*What this task involves*: Find the line with "const T = evaluationSpan(spec);" and the line with "direction === 'up' &&" in the entries below; output exactly those two lines, every line between them, and no others.

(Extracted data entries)
/// Build the context. Fails only if a figure cannot be drawn.
pub fn build(a: &Analysis, r: &Results, resolved_yaml: &str) -> Result<ReportContext, Error> {
    let sel = &a.selection;
    let sens = &a.sensitivity;
    let rf = &sel.robust_fit;
    let rd = &sel.robust_design;
    let n = rd.n;
    let mut flagged_mask = vec![false; n];
    for &i in &sens.flagged {
        if let Some(m) = flagged_mask.get_mut(i) {
            *m = true;
        }
    }
    let scaled: Vec<f64> = rf.residuals.iter().map(|e| if rf.scale > 0.0 { e / rf.scale } else { f64::NAN }).collect();

    let robust_words = method_words(a.plan.method);
    let description = format!(
        "Partially linear additive model of {} with {} and {}, fitted by least squares and by {}, on {} of {} data rows.",
        a.study.response,
        plural(a.study.linear.len(), "linear term", "linear terms"),
        plural(a.study.smooth.len(), "smooth term", "smooth terms"),
        robust_words,
        r.study.n_rows_used,
        r.study.n_rows_read
    );
    let warnings = ordered_warnings(&r.warnings);
    let no_warnings = warnings.is_empty().then(|| "No warnings.".to_string());
    let toc = SECTIONS
        .iter()
        .enumerate()
        .map(|(i, t)| TocEntry { id: format!("s{}", i + 1), number: format!("{}", i + 1), title: (*t).to_string() })
        .collect();

    let fits_ctx = fits_section(r);
    let summary = summary_section(a, r, &fits_ctx);
    let data = data_section(a, r);
    let model = model_section(a, resolved_yaml);
    let selection = selection_section(a, r)?;
    let smooth = smooth_section(a, r, &flagged_mask)?;
    let diagnostics = diagnostics_section(a, r, &scaled, &flagged_mask)?;
    let outliers = outliers_section(r);
    let p = &r.provenance;
    let provenance = ProvenanceCtx {
        items: vec![
            kv("Spec sha256", p.spec_sha256.clone()),
            kv("Data file", p.data_file.clone()),
            kv("Data sha256", p.data_sha256.clone()),
            kv("Resolved spec sha256", p.resolved_spec_sha256.clone()),
            kv("knotwise version", p.version.clone()),
            kv("Target", p.target.clone()),
            kv("Seed", p.seed.to_string()),
            kv("Results digest", p.digest.clone()),
        ],
        rerun: vec![
            "Rerun the study with `knotwise run <spec file>`; the same spec, data and version give the same results digest.".into(),
            "Check a saved output folder with `knotwise verify <output folder>`: it reruns the recorded study and says whether every digest still matches, and if not, which input changed and which results moved.".into(),
        ],
    };
    let cautions = vec![
        "Statistical output supports, and does not replace, the judgement of qualified professionals working under local rules and codes.".into(),
        "A robust fit is not a licence to drop data: flagged rows need investigation, not deletion. The refit without flagged rows is shown only to measure their influence.".into(),
        "The 95% bands around the curves are pointwise, not simultaneous: across a whole curve, some true values are expected to fall outside them.".into(),
        "The basis sizes were chosen by a criterion, and that choice is itself uncertain; the intervals shown do not account for it.".into(),
        format!(
            "Scale convention: the robust scale is an M-scale (bisquare ρ, c = 1.5476, b = 0.5) defined with the 1/n mean of ρ; other conventions (e.g. 1/(n − p)) give somewhat larger values. The robust residuals are scaled by this value ({}) before flagging.",
            osig(r.fits.robust.scale)
        ),
    ];
    let notes = match a.study.report.notes_markdown.as_deref().filter(|s| !s.trim().is_empty()) {
        Some(md) => NotesCtx { html: Some(notes_html(md)), none_sentence: None },
        None => NotesCtx { html: None, none_sentence: Some("No notes were supplied.".into()) },
    };
    Ok(ReportContext {
        title: a.study.title.clone(),
        date: a.study.date.clone(),
        description,
        warnings,
        no_warnings,
        toc,
        summary,
        data,
        model,
        selection,
        fits: fits_ctx,
        smooth,
        diagnostics,
        outliers,
        provenance,
        cautions,
        notes,
        generator: format!("knotwise {}", r.provenance.version),
    })
}
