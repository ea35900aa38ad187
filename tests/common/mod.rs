//! Helpers shared by the integration tests.
#![allow(dead_code)]

use knotwise::data::{Column, ColumnData, Frame};
use std::path::PathBuf;

/// Path under the crate root.
pub fn root(rel: &str) -> PathBuf {
    PathBuf::from(env!("CARGO_MANIFEST_DIR")).join(rel)
}

/// Read a committed JSON file.
pub fn json(rel: &str) -> serde_json::Value {
    let text = std::fs::read_to_string(root(rel)).unwrap_or_else(|e| panic!("{rel}: {e}"));
    serde_json::from_str(&text).unwrap()
}

/// f64 vector from a JSON array.
pub fn vecf(v: &serde_json::Value) -> Vec<f64> {
    v.as_array().unwrap().iter().map(|x| x.as_f64().unwrap()).collect()
}

/// A frame of numeric columns (rows numbered from line 2).
pub fn numeric_frame(cols: &[(&str, Vec<f64>)]) -> Frame {
    let n = cols[0].1.len();
    Frame {
        n_read: n,
        columns: cols
            .iter()
            .map(|(name, v)| Column { name: name.to_string(), data: ColumnData::Numeric(v.clone()) })
            .collect(),
        lines: (0..n as u64).map(|i| i + 2).collect(),
        ids: Vec::new(),
        dropped: vec![],
        missing_per_column: vec![],
        warnings: vec![],
        sha256: String::new(),
        header: cols.iter().map(|(n, _)| n.to_string()).collect(),
    }
}

/// Relative closeness with a floor of 1 on the scale.
pub fn assert_close(got: f64, want: f64, tol: f64, what: &str) {
    let scale = want.abs().max(1.0);
    assert!((got - want).abs() <= tol * scale, "{what}: got {got}, want {want} (tol {tol})");
}

/// Deterministic pseudo-random numbers for invented test data (a 64-bit LCG; Knuth MMIX constants).
pub struct Lcg(pub u64);
impl Lcg {
    pub fn uniform(&mut self) -> f64 {
        self.0 = self.0.wrapping_mul(6364136223846793005).wrapping_add(1442695040888963407);
        ((self.0 >> 11) as f64 + 0.5) / (1u64 << 53) as f64
    }
    pub fn normal(&mut self) -> f64 {
        let u1 = self.uniform();
        let u2 = self.uniform();
        (-2.0 * u1.ln()).sqrt() * (2.0 * std::f64::consts::PI * u2).cos()
    }
}

/// Write `csv` and `yaml` (whose data.file must be `data.csv`) into a scratch folder and run the
/// numerical pipeline on them.
pub fn analyse(name: &str, yaml: &str, csv: &str) -> knotwise::analysis::Analysis {
    let dir = std::env::temp_dir().join(format!("knotwise-lib-{name}-{}", std::process::id()));
    let _ = std::fs::remove_dir_all(&dir);
    std::fs::create_dir_all(&dir).unwrap();
    std::fs::write(dir.join("data.csv"), csv).unwrap();
    let study = knotwise::spec::parse(yaml, "study.yaml", &dir).unwrap_or_else(|e| panic!("{e}"));
    let frame = knotwise::app::load_frame(&study, "study.yaml").unwrap_or_else(|e| panic!("{e}"));
    let a = knotwise::analysis::analyse(study, frame, "study.yaml").unwrap_or_else(|e| panic!("{e}"));
    let _ = std::fs::remove_dir_all(&dir);
    a
}

/// CSV text from named columns.
pub fn csv_text(cols: &[(&str, Vec<f64>)]) -> String {
    let mut s = cols.iter().map(|c| c.0).collect::<Vec<_>>().join(",");
    s.push('\n');
    for i in 0..cols[0].1.len() {
        let row: Vec<String> = cols.iter().map(|c| format!("{}", c.1[i])).collect();
        s.push_str(&row.join(","));
        s.push('\n');
    }
    s
}
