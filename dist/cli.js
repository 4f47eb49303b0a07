#!/usr/bin/env node
import { createRequire as __WEBPACK_EXTERNAL_createRequire } from "module";
/******/ var __webpack_modules__ = ({

/***/ 2463:
/***/ ((module, exports, __nccwpck_require__) => {


Object.defineProperty(exports, "__esModule", ({ value: true }));
exports.MissingRefError = exports.ValidationError = exports.CodeGen = exports.Name = exports.nil = exports.stringify = exports.str = exports._ = exports.KeywordCxt = exports.Ajv = void 0;
const core_1 = __nccwpck_require__(3893);
const draft7_1 = __nccwpck_require__(9941);
const discriminator_1 = __nccwpck_require__(8886);
const draft7MetaSchema = __nccwpck_require__(2079);
const META_SUPPORT_DATA = ["/properties"];
const META_SCHEMA_ID = "http://json-schema.org/draft-07/schema";
class Ajv extends core_1.default {
    _addVocabularies() {
        super._addVocabularies();
        draft7_1.default.forEach((v) => this.addVocabulary(v));
        if (this.opts.discriminator)
            this.addKeyword(discriminator_1.default);
    }
    _addDefaultMetaSchema() {
        super._addDefaultMetaSchema();
        if (!this.opts.meta)
            return;
        const metaSchema = this.opts.$data
            ? this.$dataMetaSchema(draft7MetaSchema, META_SUPPORT_DATA)
            : draft7MetaSchema;
        this.addMetaSchema(metaSchema, META_SCHEMA_ID, false);
        this.refs["http://json-schema.org/schema"] = META_SCHEMA_ID;
    }
    defaultMeta() {
        return (this.opts.defaultMeta =
            super.defaultMeta() || (this.getSchema(META_SCHEMA_ID) ? META_SCHEMA_ID : undefined));
    }
}
exports.Ajv = Ajv;
module.exports = exports = Ajv;
module.exports.Ajv = Ajv;
Object.defineProperty(exports, "__esModule", ({ value: true }));
exports["default"] = Ajv;
var validate_1 = __nccwpck_require__(7881);
Object.defineProperty(exports, "KeywordCxt", ({ enumerable: true, get: function () { return validate_1.KeywordCxt; } }));
var codegen_1 = __nccwpck_require__(1436);
Object.defineProperty(exports, "_", ({ enumerable: true, get: function () { return codegen_1._; } }));
Object.defineProperty(exports, "str", ({ enumerable: true, get: function () { return codegen_1.str; } }));
Object.defineProperty(exports, "stringify", ({ enumerable: true, get: function () { return codegen_1.stringify; } }));
Object.defineProperty(exports, "nil", ({ enumerable: true, get: function () { return codegen_1.nil; } }));
Object.defineProperty(exports, "Name", ({ enumerable: true, get: function () { return codegen_1.Name; } }));
Object.defineProperty(exports, "CodeGen", ({ enumerable: true, get: function () { return codegen_1.CodeGen; } }));
var validation_error_1 = __nccwpck_require__(3021);
Object.defineProperty(exports, "ValidationError", ({ enumerable: true, get: function () { return validation_error_1.default; } }));
var ref_error_1 = __nccwpck_require__(3162);
Object.defineProperty(exports, "MissingRefError", ({ enumerable: true, get: function () { return ref_error_1.default; } }));
//# sourceMappingURL=ajv.js.map

/***/ }),

/***/ 567:
/***/ ((__unused_webpack_module, exports) => {
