/** The most key/value heads, a divisor of the heads, that clear the finding. */
function kvHeadsKind(ctx: RemedyContext, target: Target, resolves: Resolves): KindOutcome {
  const spec = ctx.head.spec;
  // The stored weights of a checkpoint fix its shapes: no remedy reshapes its network.
  if (ctx.head.dialect === 'checkpoint')
    return none(
      'the key/value heads of a checkpoint are fixed by its stored weights, so no remedy changes them',
    );
  const heads = positiveCount(spec.heads);
  const kv = positiveCount(spec.kvHeads);
  if (spec.latent)
    return none(
      'latent attention caches one shared latent per token and layer, whatever the key/value heads',
    );
  if (spec.encoderOnly) return none('an encoder-only model keeps no decoding cache');
  if (heads === null || kv === null) return none('heads or key/value heads are not whole numbers');
  if (kv <= 1) return none('the model already has one key/value head');
  const shown = ['cachePerTokenBytes', 'weightBytes', 'memoryBytes', 'fitSequences'];
  const ok = withOwnLimits(ctx, resolves, shown);
  const candidates = divisorsBelow(heads, kv)
    .filter((d) => ok(applyChange(spec, { kvHeads: d })))
    .map((d): Change => ({ kvHeads: d }));
  if (candidates.length === 0)
    return none(`even one key/value head does not clear it${withinWords(ctx, shown)}`);
  return proveFirst(
    ctx,
    target,
    candidates,
    shown,
    `${candidates[0]!.kvHeads} key/value heads (a retraining-level change)`,
  );
}

/** The narrowest position format with every position in the span distinct. */
function formatKind(ctx: RemedyContext, target: Target, resolves: Resolves): KindOutcome {
  const spec = ctx.head.spec;
  const current = spec.dtypes.positions ?? 'fp32';
  const order = [...FLOAT_FORMATS].sort((a, b) => positionExactLimit(a) - positionExactLimit(b));
  const candidates = order
    .filter((f) => f !== current && resolves(applyChange(spec, { 'dtypes.positions': f })))
    .map((f): Change => ({ 'dtypes.positions': f }));
  if (candidates.length === 0) {
    return none(
      `no format keeps every position of ${formatTokens(evaluationSpan(spec))} distinct (fp32 holds every whole number up to ${formatInteger(positionExactLimit('fp32'))})`,
    );
  }
  const format = candidates[0]!['dtypes.positions'] as FloatFormat;
  return proveFirst(
    ctx,
    target,
    candidates,
    [`precision.${format}.collidingPositions`, `precision.${format}.angleErrorMax`],
    `positions in ${format}`,
  );
}

/** Which way the base must move for the crossed bound of a discrimination or separation limit. */
function baseDirection(metric: string, limit: Limit, value: number | null): BaseDirection | null {
  if (value === null) return null;
  const below = limit.min !== undefined && value < limit.min;
  // A larger base turns slower: far offsets stay positive longer, but neighbours separate less.
  if (metric === 'discriminationSpan') return below ? 'up' : 'down';
  if (metric === 'separationFloor') return below ? 'down' : 'up';
  return null;
}

/** The nearest rotary base (two significant digits) that clears a discrimination or separation limit. */
function baseKind(ctx: RemedyContext, target: Target): KindOutcome {
  const spec = ctx.head.spec;
  const code = spec.position;
  const { metric, limit } = target;
  if (code.kind !== 'rotary') return none(`a ${code.kind} position code has no base to change`);
  if (!metric || !limit) return none('no limit to meet');
  const T = evaluationSpan(spec);
  const L0 = trainedSpan(spec);
  const direction = baseDirection(
    metric,
    limit,
    metricValue(ctx.head.metrics, metric as 'discriminationSpan'),
  );
  if (T === null || direction === null) return none('the span or the current value is unknown');
  const scaledAt = (base: number) =>
    frequencyPlan(applyChange(spec, { 'position.base': base }), T, L0)?.scaled ?? null;
  // discriminationSpan >= min: no negative sum before min(T, min), found by a scan that stops at the first one.
  const onlyMin =
    metric === 'discriminationSpan' &&
    direction === 'up' &&
    limit.max === undefined &&
    limit.maxIncreasePct === undefined;
  const criterion = (base: number): BaseTrial => {
    const theta = scaledAt(base);
    if (theta === null) return { passes: false, cost: 1 };
    // The file's scan budget spent: no more trials (the search then stops at its caps).
    if (ctx.scans.cut || ctx.scans.left <= 0) {
      ctx.scans.cut = true;
      return { passes: false, cost: Infinity };
    }
    if (onlyMin) {
      const found = viaMemo(
        ctx.memo,
        'firstNegativeOffset',
        firstNegativeOffset,
        theta,
        1,
        Math.min(T, Math.ceil(limit.min as number)),
      );
      ctx.scans.left -= found.elements;
      return { passes: found.offset === null, cost: found.elements };
    }
    // Within what is left of the budget (the limit an argument only when it is not the default).
    const workLimit = ctx.scans.left >= MAX_SCAN_WORK ? undefined : ctx.scans.left;
    const scan =
      workLimit === undefined
        ? viaMemo(ctx.memo, 'similarityScan', similarityScan, theta, T)
        : viaMemo(ctx.memo, 'similarityScan', similarityScan, theta, T, workLimit);
    ctx.scans.left -= scan.work;
    if (workLimit !== undefined && !scan.complete) ctx.scans.cut = true;
    // A scan stopped at its work limit proves nothing: the base does not pass on it.
    if (!scan.complete) return { passes: false, cost: theta.length * T };
    const value = scan[metric as 'discriminationSpan' | 'separationFloor'];
    return {
      passes: checkLimit(limit, target.baseValue, value).crossed.length === 0,
      cost: theta.length * T,
    };
  };
  const search = searchRotaryBase(code.base, direction, criterion);
  if (ctx.scans.cut)
    return budgetSpent(
      `a rotary base ${direction === 'up' ? 'above' : 'below'} ${formatNumber(code.base, 6)}`,
    );
  if (search.base === null) {
    return none(
      `no rotary base ${direction === 'up' ? 'above' : 'below'} ${formatNumber(code.base, 6)} meets the ${metric} limit within the search's caps (${search.evaluations} scans)`,
    );
  }
  const capped = search.capped ? ', the nearest found after the grid walk ran out of budget' : '';
  return proveFirst(
    ctx,
    target,
    [{ 'position.base': search.base }],
    ['discriminationSpan', 'separationFloor', 'unturnedPairs', 'slowestWavelength'],
    `a rotary base of ${formatNumber(search.base, 6)} (a retraining-level change${capped})`,
  );
}
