describe('readModel(checkpoint) position codes by family and key', () => {
  test.each([
    ['xglm', 'sinusoidal'],
    ['opt', 'learned'],
    ['bloom', 'alibi'],
  ])(
    'readModel reads model_type %s without position keys as %s, from the family tables',
    (modelType, kind) => {
      const { spec, locations, findings } = readConfig({
        ...BASE,
        model_type: modelType,
        rope_theta: undefined,
      });
      expect(spec.position).toEqual({ kind });
      expect(locations.position?.key).toBe('model_type');
      expect(findings.filter((f) => f.rule !== 'family-default-taken')).toEqual([]);
    },
  );

  test('readModel reads GPT-2 compact keys without a model_type as a learned table with biases', () => {
    const { spec, locations } = readConfig({
      n_embd: 256,
      n_layer: 2,
      n_head: 4,
      n_positions: 512,
      vocab_size: 100,
    });
    expect(spec.position).toEqual({ kind: 'learned' });
    expect(locations.position?.key).toBe('n_positions');
    expect(spec.bias).toBe(true);
  });

  test('readModel reads attn_config.alibi and sinusoidal_pos_embds', () => {
    expect(
      readConfig({ ...BASE, rope_theta: undefined, attn_config: { alibi: true } }).spec.position,
    ).toEqual({ kind: 'alibi' });
    expect(
      readConfig({ ...BASE, rope_theta: undefined, sinusoidal_pos_embds: true }).spec.position,
    ).toEqual({ kind: 'sinusoidal' });
  });

  test('readModel warns that rotary keys beside alibi: true have no effect', () => {
    const { spec, findings } = readConfig({ ...BASE, alibi: true });
    expect(spec.position).toEqual({ kind: 'alibi' });
    expect(findings.map((f) => [f.rule, f.key, f.message])).toEqual([
      [
        'key-ignored',
        'rope_theta',
        'rope_theta has no effect: it applies to rotary codes, and the code is read as alibi (alibi)',
      ],
    ]);
  });

  test('readModel warns that alibi: true has no effect when position_embedding_type states another code', () => {
    const { spec, findings } = readConfig({
      ...BASE,
      rope_theta: undefined,
      alibi: true,
      position_embedding_type: 'absolute',
    });
    expect(spec.position).toEqual({ kind: 'learned' });
    expect(findings.map((f) => [f.rule, f.key])).toEqual([['key-ignored', 'alibi']]);
  });

  test('readModel warns that a window with no "sliding_attention" layer has no effect', () => {
    const { spec, findings } = readConfig({
      ...BASE,
      sliding_window: 512,
      layer_types: ['full_attention', 'full_attention', 'full_attention', 'full_attention'],
    });
    expect(spec.slidingWindow).toBeNull();
    expect(findings.map((f) => [f.rule, f.key])).toEqual([['key-ignored', 'sliding_window']]);
  });

  test('readModel reports rope_parameters that is not a mapping', () => {
    const { findings } = readConfig({ ...BASE, rope_parameters: 'yarn' });
    expect(findings.map((f) => [f.rule, f.key])).toEqual([['value-invalid', 'rope_parameters']]);
  });
});
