def test_60_5397b_h_1_ii_ogi_and_method21_leaks_keep_30_then_30_days(capsys):
    # 60.5397b(h)(1)(ii) and (h)(2): 30 calendar days after detection, then 30 after the first attempt
    # [text, eCFR 9/10/2026]. Detected 2027-01-10 -> 02-09, then 03-11.
    for method in ("ogi", "method21"):
        out = cli_json(capsys, "rules", "deadlines", "--program", OOOOB, "--detected", "2027-01-10",
                       "--method", method, "--json")
        due = {i["kind"]: i["due"] for i in out["items"]}
        assert due == {"first_attempt": "2027-02-09", "final_repair": "2027-03-11"}, method


# --- finding 2: resurvey is part of the repair -----------------------------------------------------

def test_60_5397a_h_4_resurvey_due_by_the_final_repair_deadline(capsys):
    # 60.5397a(h)(2): repair "no later than 30 calendar days after the first attempt"; (h)(4): "Each
    # identified source of fugitive emissions must be resurveyed to complete repair" [text, eCFR 9/11/2026].
    # Detected 2027-01-10, first attempt 01-20, repaired 02-15: final repair due 02-19, so is the resurvey
    # (not 30 days after the repair, 03-17).
    out = cli_json(capsys, "rules", "deadlines", "--program", OOOOA, "--detected", "2027-01-10",
                   "--first-attempt", "2027-01-20", "--repaired", "2027-02-15", "--json")
    due = {i["kind"]: i["due"] for i in out["items"]}
    assert due["final_repair"] == "2027-02-19"
    assert due["resurvey"] == "2027-02-19"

*Solved problem*:
  const T = evaluationSpan(spec);
  const L0 = trainedSpan(spec);
  const direction = baseDirection(
    metric,
    limit,
    metricValue(ctx.head.metrics, metric as 'discriminationSpan'),
  );
  if (T === null || direction === null) return none('the span or the current value is unknown');
  const scaledAt = (base: number) =>
    frequencyPlan(applyChange(spec, { 'position.base': base }), T, L0)?.scaled ?? null;
  // discriminationSpan >= min: no negative sum before min(T, min), found by a scan that stops at the first one.
  const onlyMin =
    metric === 'discriminationSpan' &&
    direction === 'up' &&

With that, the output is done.